In late 1848 nearing 1849, I was now finally able to do some agricultural work again in the potato fields, as now the crop were healthy enough to use again. (“Fanning, Ronan, and John O’Beirne Ranelagh.”). The only downfall was that now the crops were only one-fourth its normal size. Because of this we had to resort to eating the seed potatoes and grain over the winter to stay alive. It seemed like all hope was to be lost again. That same year Britain passed the Extended Poor Law which shifted the cost of feeding the massive amounts of starving people and the maintenance of poorhouses to the Irish landowners. (“The Poor Law in Ireland.”). With this now in effect it made the eviction of tenant farmers like myself and my parents an efficient way for the landowner to lower his tax or poor rate. Between 1847 and 1851, the eviction rate rose tremendously and left thousands of people out of a house and job. (“The Poor Law in Ireland.”).

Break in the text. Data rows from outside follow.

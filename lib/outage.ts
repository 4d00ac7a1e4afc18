// While PostgreSQL is unreachable every page answers 503 with Retry-After and says so, instead of an
// error page or a sign-in form that cannot work. The proxy asks before each page; the answer is
// shared for a moment so that a busy instance probes the database at most once a second or so.
import { pingDatabase } from "@/lib/data/health";
import { DATABASE_RETRY_AFTER_S } from "@/lib/errors";

const FRESH_MS = 1_500;
const state = globalThis as unknown as { __pinchpointDbProbe?: { at: number; ok: boolean; pending?: Promise<boolean> } };

export async function databaseReachable(): Promise<boolean> {
  const now = Date.now();
  const last = state.__pinchpointDbProbe;
  if (last?.pending) return last.pending;
  if (last && now - last.at < FRESH_MS) return last.ok;
  const pending = pingDatabase()
    .then((r) => r.ok)
    .catch(() => true) // a probe that fails for another reason must not take every page down
    .then((ok) => {
      state.__pinchpointDbProbe = { at: Date.now(), ok };
      return ok;
    });
  state.__pinchpointDbProbe = { at: last?.at ?? 0, ok: last?.ok ?? true, pending };
  return pending;
}

/** Forget the last probe (tests that take the database away and bring it back). */
export function forgetDatabaseProbe(): void {
  state.__pinchpointDbProbe = undefined;
}

export function outagePage(): Response {
  const html = `<!doctype html><html lang="en"><head><meta charset="utf-8"><title>Pinchpoint is waiting for its database</title>
<meta name="viewport" content="width=device-width, initial-scale=1">
<style>body{font:16px/1.5 system-ui,sans-serif;margin:0;display:grid;place-items:center;min-height:100vh;background:#14161a;color:#e8e6e1}main{max-width:32rem;padding:2rem}h1{font-size:1.25rem}p{color:#b8b4ac}</style></head>
<body><main><h1>Pinchpoint cannot reach its database</h1>
<p>Nothing is wrong with this page or your account: PostgreSQL is not answering right now. This page will work again as soon as it does; try again in a few seconds.</p>
<p>If it lasts, the people who run Pinchpoint can check <code>/api/health</code>.</p></main></body></html>`;
  return new Response(html, {
    status: 503,
    headers: {
      "content-type": "text/html; charset=utf-8",
      "cache-control": "no-store",
      "retry-after": String(DATABASE_RETRY_AFTER_S),
      "content-security-policy": "default-src 'none'; style-src 'unsafe-inline'; frame-ancestors 'none'",
    },
  });
}
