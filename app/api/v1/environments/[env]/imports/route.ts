// GET /api/v1/environments/{env}/imports[?limit=&offset=] — accepted pushes and uploads: who, when, what.
import { NextResponse } from "next/server";
import { parseParams, parseQuery } from "@/lib/api/query";
import { envParamsSchema } from "@/lib/api/schemas/common";
import { pageQuerySchema } from "@/lib/api/schemas/history";
import { withPermission } from "@/lib/auth/with-permission";
import { getEnvironmentOrThrow } from "@/lib/data/environments";
import { listImports } from "@/lib/data/snapshots";

export const GET = withPermission<{ env: string }>("read", async ({ req, params }) => {
  const { env } = parseParams(params, envParamsSchema);
  const page = parseQuery(req.url, pageQuerySchema);
  const environment = await getEnvironmentOrThrow({ slug: env });
  return NextResponse.json(await listImports({ environmentId: environment.id, ...page }));
});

My family and I held on until June of 1849, when the owner of the Killiney estate, where I used to work as a young child, decided to burn down the cottages of other tenant farmers in our village. We all escaped with no injures thankfully, the old man that owned the estate had saw me and my parents as we walked down the street aimlessly and told us he was sorry for burning our houses, that it just had to be done. My father was passed mad and began to give him a piece of his mind. The man apologized but he offered to buy us passes to move to Britain, nice of him. My family and I survived in temporary shelters, until May 19, 1850, when we set off to board the next ship to Liverpool. We all climbed aboard the ship with the little bit of belongings we had. We were one family of many who were aboard, they all had a worried look in their eyes, wondering what was going to happen next. I too had the same worries·.